The authors present a method to speed up the dynamic program algorithms used for solving the HMM decoding and training problems for discrete time-independent HMMs. The authors discuss the application of their method to Viterbi ’ s decoding and training algorithms [ 33 ], as well as to the forward-backward and BaumWelch [ 6 ] algorithms. Their approach is based on identifying repeated substrings in the observed input sequence. Initially, the authors show how to exploit repetitions of all sufficiently small substrings ( this is similar to the Four Russians method ). Then, the authors describe four algorithms based alternatively on run length encoding ( RLE ), Lempel-Ziv ( LZ78 ) parsing, grammar-based compression ( SLP ), and byte pair encoding ( BPE ). Furthermore, unlike Viterbi ’ s algorithm, their algorithms are highly parallelizable.

What are the other promising directions for future work?

Other promising directions for future work include extending their results to higher order HMMs, HMMs with numerical observables [21], hierarchical HMMs, infinite alphabet size, and sparse transition matrices.

What is the aim of the Viterbi training algorithm?

The Baum-Welch training algorithm converges to a set of parameters that maximizes the likelihood to observe the given sequence P (X| θ), and is the most commonly used method for model training.

How can the authors calculate the product of two matrices in parallel?

The max-times multiplication of two matrices can be done in parallel in O(1) time using k4 processors so the authors can calculate the product of n matrices in O(log n) time.

What is the speedup of the encoding step?

The encoding step takes O(2|Σ|`k3) time as the authors compute O(2|Σ|`) matrices and each matrix is computed in O(k3) time by a single max-times multiplication.

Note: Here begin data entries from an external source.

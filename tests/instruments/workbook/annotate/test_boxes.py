"""Boxes of comments: numbered apart from all shapes, beside their cell, and as large as their text."""

import re

import pytest

from instruments.workbook.annotate.boxes import Numbers, lines_in, with_boxes
from instruments.workbook.annotate.sheet import Grid
from instruments.workbook.plain import BrokenXml
from tests.instruments.workbook.annotate.shapes import VML, parsed


@pytest.mark.parametrize(
    ("drawings", "first"),
    [
        ([], 1025),
        (['<o:idmap v:ext="edit" data="1"/>'], 2049),
        (["<o:idmap v:ext='edit' data='3, 7,2'/>"], 8193),
        (['<o:idmap data="2"/>', '<o:idmap data="5"/>'], 6145),
        (['<v:shape id="_x0000_s5130">'], 6145),
        (['<v:shape id="x" o:spid="_x0000_s2049">'], 3073),
        (['<v:shape id="_x0000_i1025">'], 2049),
        (['<o:idmap data=""/>', '<o:idmap data="999999999999"/>'], 1025),
        ([f'<o:idmap v:ext="edit" data="{",".join(map(str, range(1, 200)))}"/>'], 204_801),
    ],
)
def test_numbers_are_free(drawings: list[str], first: int) -> None:
    numbers = Numbers()
    for drawing in drawings:
        numbers.note([drawing.encode()])
    cut = Numbers()
    for drawing in drawings:
        cut.note(bytes([each]) for each in drawing.encode())
    found = numbers.take(3)
    assert found == cut.take(3) == (first, [first // 1024])
    assert numbers.take(1023) == (first + 1024, [first // 1024 + 1])
    assert numbers.take(1024) == (first + 2048, [first // 1024 + 2, first // 1024 + 3])


def joined(
    data: bytes | None,
    new: dict[tuple[int, int], str],
    longer: dict[tuple[int, int], str],
    afresh: dict[tuple[int, int], str],
    *,
    grid: Grid | None = None,
) -> bytes:
    counted = [{place: lines_in(text) for place, text in texts.items()} for texts in (new, longer, afresh)]
    return b"".join(with_boxes(data, *counted, grid=grid or Grid(), numbers=Numbers())())


def anchors(drawing: bytes) -> list[list[int]]:
    return [[int(number) for number in each.split(",")] for each in re.findall("<x:Anchor>(.*?)<", drawing.decode())]


def drawn(text: str = "x", place: tuple[int, int] = (9, 3), grid: Grid | None = None) -> list[int]:
    made = joined(None, {place: text}, {}, {}, grid=grid)
    parsed(made)
    (found,) = anchors(made)
    return found


def height_px(anchor: list[int], row_px: int = 20) -> int:
    return (anchor[6] * row_px + anchor[7]) - (anchor[2] * row_px + anchor[3])


def test_a_box_stands_beside_its_cell() -> None:
    left, left_px, top, top_px, right, right_px, bottom, _ = drawn()
    assert (left, left_px, top, top_px) == (4, 15, 8, 8)
    assert (right - left) * 64 + right_px - left_px == 340
    assert bottom >= top


def test_a_box_is_as_high_as_its_text() -> None:
    lines = [height_px(drawn("x\n" * number)) for number in (0, 1, 5, 10)]
    assert lines == [29, 44, 104, 179]
    assert height_px(drawn("word " * 100)) == 9 * 15 + 14
    assert height_px(drawn("x\n" * 5_000)) == 32 * 15 + 14


def test_a_box_is_measured_in_the_sheets_own_columns_and_rows() -> None:
    wide = Grid(column_px=64, row_px=20, columns={4: 300, 5: 0, 6: 0}, rows={8: 100, 9: 0})
    assert drawn(grid=wide) == [4, 15, 8, 8, 7, 55, 8, 37]


@pytest.mark.parametrize("place", [(0, 0), (1_048_575, 16_383), (1_048_570, 16_380)])
def test_a_box_lies_on_the_sheet(place: tuple[int, int]) -> None:
    found = drawn("x\n" * 20, place)
    assert 0 <= found[0] <= found[4] <= 16_383
    assert 0 <= found[2] <= found[6] <= 1_048_575


@pytest.mark.parametrize("data", [b"", b"<html></html>", VML.encode("utf-16")])
def test_what_is_no_drawing(data: bytes) -> None:
    with pytest.raises(BrokenXml):
        joined(data, {(0, 0): "x"}, {}, {})


def test_boxes_that_stand_there_grow_or_are_drawn_afresh() -> None:
    grown = joined(VML.encode(), {}, {(1, 2): "x\n" * 3}, {})
    assert anchors(grown) == [[3, 15, 0, 10, 5, 15, 7, 18]]
    afresh = joined(VML.encode(), {}, {}, {(1, 2): "x\n" * 3})
    assert anchors(afresh) == [drawn("x\n" * 3, (1, 2))]
    other = joined(VML.encode(), {}, {(1, 3): "x"}, {(2, 2): "x"})
    assert other == VML.encode()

What is the way to construct X ′?

Their approach for constructing X ′ is to first parse X into all LZ78-words and then apply the following greedy parsing to each LZ78-word W : using the trie, find the longest good substring w′ ∈ D that is a prefix of W , place a parsing comma immediately after w′ and repeat the process for the remainder of W .Time and Space Complexity.

How many processors were used to perform the benchmarks?

The benchmarks were performed on a single processor of a SunFire V880 server with 8 UltraSPARC-IV processorsand 16GB main memory.

What is the length of the string X?

LZ78 parses the string X into substrings ( LZ78-words) in a single pass over X. Each LZ78-word is composed of the longest LZ78-word previously seen plus a single letter.

What is the corresponding pre-processing term for encoding?

The corresponding pre-processing term for encoding is O(|Σ′|k3), where Σ′ denotes the set of character codes in the extended alphabet.

What is the speedup factor of byte pair encoding?

In this section byte pair encoding is utilized to accelerate the Viterbi decoding computations by a factor of Ω(r), where n′ is the number of characters in the BPE-compressed sequence X and r = n/n′ is the BPE compression ratio of the sequence.

What is the likely sequence of states in the LZ78-accelerated decoding?

In LZ78-accelerated decoding, WB is a single letter, when using RLE WA = WB = σ|W |/2, SLP consists just of production rules involving a single letter or exactly two non-terminals, and with BPE WA, WB ∈ Σ′.

How can the authors speed up the decoding of a string?

In this subsection the authors show that if an input sequence has a grammar representation with compression ratio r, then HMM decoding can be accelerated by a factor of Ω( rk ).

What is the way to compute the maximum in a parallel algorithm?

It is possible to compute the maximum in (2) in parallel for all states i, but the dependency of vt+1 on vt makes it difficult to achieve a sublinear parallel algorithm.

What is the complexity of the LZ78 parsing?

The authors show how to use the LZ78 [34] parsing to find good substrings and how to use the incremental nature of the LZ78 parse to compute M(W ) for a good substring W in O(k3) time.

What is the speedup of the propagation step?

The propagation step takes O(nk 2` ) time resulting in an overall running time of O(2|Σ|`k3 + nk 2 ` ). Choos-ing ` = 12 log|Σ|(n), the running time is O ( 2 √ nk3 + 2nk 2log|Σ|(n)) .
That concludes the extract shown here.